(Data extracted from a collection)
════════════════

def test_named_sources_in_the_summary_the_file_and_the_map(tmp_path, capsys, monkeypatch):
    from probeplan import plots
    from probeplan.cli import main
    from probeplan.store import read_result

    config = write_site(
        tmp_path / "named.toml",
        source=[
            point_source(name="main negative", center_range_m=[[-500, 500]] * 2 + [[2500, 3500]]),
            point_source(5.0, (800.0, 0.0, 6000.0), estimate=(), name="upper positive"),
        ],
    )
    layout = tmp_path / "layout.csv"
    layout.write_text("x_m,y_m,z_m\n100,1500,0\n1500,-200,0\n-200,-1600,0\n-1700,300,0\n")
    out_file = tmp_path / "named.h5"
    assert main(["score", str(config), "--layout", str(layout), "--out", str(out_file)]) == 0
    out = flat(capsys.readouterr().out)
    assert "s0.x_m (main negative)" in out
    assert main(["show", str(out_file)]) == 0
    assert flat(capsys.readouterr().out).count("(main negative)") == out.count("(main negative)")
    assert read_result(out_file).source_names == ("main negative", "upper positive")
    drawn = []
    monkeypatch.setattr(plots, "_save", lambda fig, path, fmt: drawn.append(fig) or path)
    assert main(["plot", str(out_file), "--folder", str(tmp_path / "p")]) == 0
    labels = [t.get_text() for t in drawn[0].axes[0].texts]
    assert "main negative" in labels and "upper positive" in labels


def test_a_plan_accounts_for_every_evaluation(tmp_path):
    from sites import make_config

    from probeplan.problem import build_problem
    from probeplan.result import make_result as result_of
    from probeplan.search import plan

    cfg = make_config(
        "evals.toml",
        design={"evaluations": 4, "random_layouts": 10, "grid_spacing_m": 1000.0},
    )
    outcome = plan(build_problem(cfg))
    info = outcome.info
    spent = dict(info.evaluations_spent)
    assert info.evaluations_asked == 4
    assert spent["greedy"] == 1 and spent["exchange"] == 1
    assert spent["baselines"] == 1 + 10  # the regular layout and ten random ones
    refinement = spent.get("refinement", 0)
    broke = spent.get("refinement proposals that broke the mounting rules", 0)
    assert refinement + broke <= 4
    restarts = spent.get("restarts", 0)  # one layout a restart, where the bound was loose
    assert restarts == (0 if info.restart_values is None else len(info.restart_values) - 1)
    # Every scored layout is in the history.
    assert len(info.history) == 2 + restarts + refinement
    out = flat(render(result_of("plan", cfg, outcome.score, search=info)))
    assert "evaluations: 4 refinement evaluations asked for; " in out
    assert f"{sum(spent.values())} spent (greedy 1, exchange 1, " in out


@pytest.mark.parametrize(
    ("header", "rows", "named"),
    [
        ("name,x_m,y_m,z_m", ["north,100,1500,0", "shed,10,10,0", "far,16430,0,0"], True),
        ("x_m,y_m,z_m", ["100,1500,0", "10,10,0", "16430,0,0"], False),
    ],
)
def test_rule_notes_name_probes_as_the_table_does(tmp_path, capsys, header, rows, named):
    from probeplan.cli import main

    config = write_site(
        tmp_path / "rules.toml",
        probes={"count": 3, "installed": [{"name": "gatehouse", "position_m": [-1500, -1000, 0]}]},
        keepout=[{"kind": "rectangle", "name": "shed", "min_m": [-50, -50], "max_m": [50, 50]}],
    )
    layout = tmp_path / "layout.csv"
    layout.write_text("\n".join([header, *rows]) + "\n")
    assert main(["score", str(config), "--layout", str(layout)]) == 0
    out = flat(capsys.readouterr().out)
    inside, outside = ("shed", "far") if named else ("new-1", "new-2")
    assert f"Note: {layout}: probe '{inside}' at (10, 10, 0) m lies in keep-out 0" in out
    assert f"probe '{outside}' at (16430, 0, 0) m lies outside every mounting region" in out
    assert "14.4 km away" in out  # 16.43 km from a region ending at 2 km: not 1.44e+04 m
    assert "counted from 0" not in out and "probe 1 " not in out


def test_heights_are_shown_to_their_own_scale_not_the_sites():
    # A meter 0.3 m above a 12 m mast tip on a site kilometres wide: the layout table keeps
    # its height (12.30 m), which horizontal rounding to whole metres would turn into "12".
    r = make_result(np.random.default_rng(5))
    pos = np.array(r.score.positions_m, dtype=float)
    pos[:, :2] = np.linspace(-6000.0, 6000.0, 2 * pos.shape[0]).reshape(-1, 2)
    pos[:, 2] = 0.0
    pos[0, 2] = 12.3
    out = render(dataclasses.replace(r, score=dataclasses.replace(r.score, positions_m=pos)))
    assert "12.30" in out and " 12 " not in out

════════════════

▶ _Instructions to follow_
From the data above, return every line from the line that has "(greedy 1, exchange" up to and including the line that has "# A meter 0.3", exactly.

▶ _Solution to this problem_
    assert f"{sum(spent.values())} spent (greedy 1, exchange 1, " in out


@pytest.mark.parametrize(
    ("header", "rows", "named"),
    [
        ("name,x_m,y_m,z_m", ["north,100,1500,0", "shed,10,10,0", "far,16430,0,0"], True),
        ("x_m,y_m,z_m", ["100,1500,0", "10,10,0", "16430,0,0"], False),
    ],
)
def test_rule_notes_name_probes_as_the_table_does(tmp_path, capsys, header, rows, named):
    from probeplan.cli import main

    config = write_site(
        tmp_path / "rules.toml",
        probes={"count": 3, "installed": [{"name": "gatehouse", "position_m": [-1500, -1000, 0]}]},
        keepout=[{"kind": "rectangle", "name": "shed", "min_m": [-50, -50], "max_m": [50, 50]}],
    )
    layout = tmp_path / "layout.csv"
    layout.write_text("\n".join([header, *rows]) + "\n")
    assert main(["score", str(config), "--layout", str(layout)]) == 0
    out = flat(capsys.readouterr().out)
    inside, outside = ("shed", "far") if named else ("new-1", "new-2")
    assert f"Note: {layout}: probe '{inside}' at (10, 10, 0) m lies in keep-out 0" in out
    assert f"probe '{outside}' at (16430, 0, 0) m lies outside every mounting region" in out
    assert "14.4 km away" in out  # 16.43 km from a region ending at 2 km: not 1.44e+04 m
    assert "counted from 0" not in out and "probe 1 " not in out


def test_heights_are_shown_to_their_own_scale_not_the_sites():
    # A meter 0.3 m above a 12 m mast tip on a site kilometres wide: the layout table keeps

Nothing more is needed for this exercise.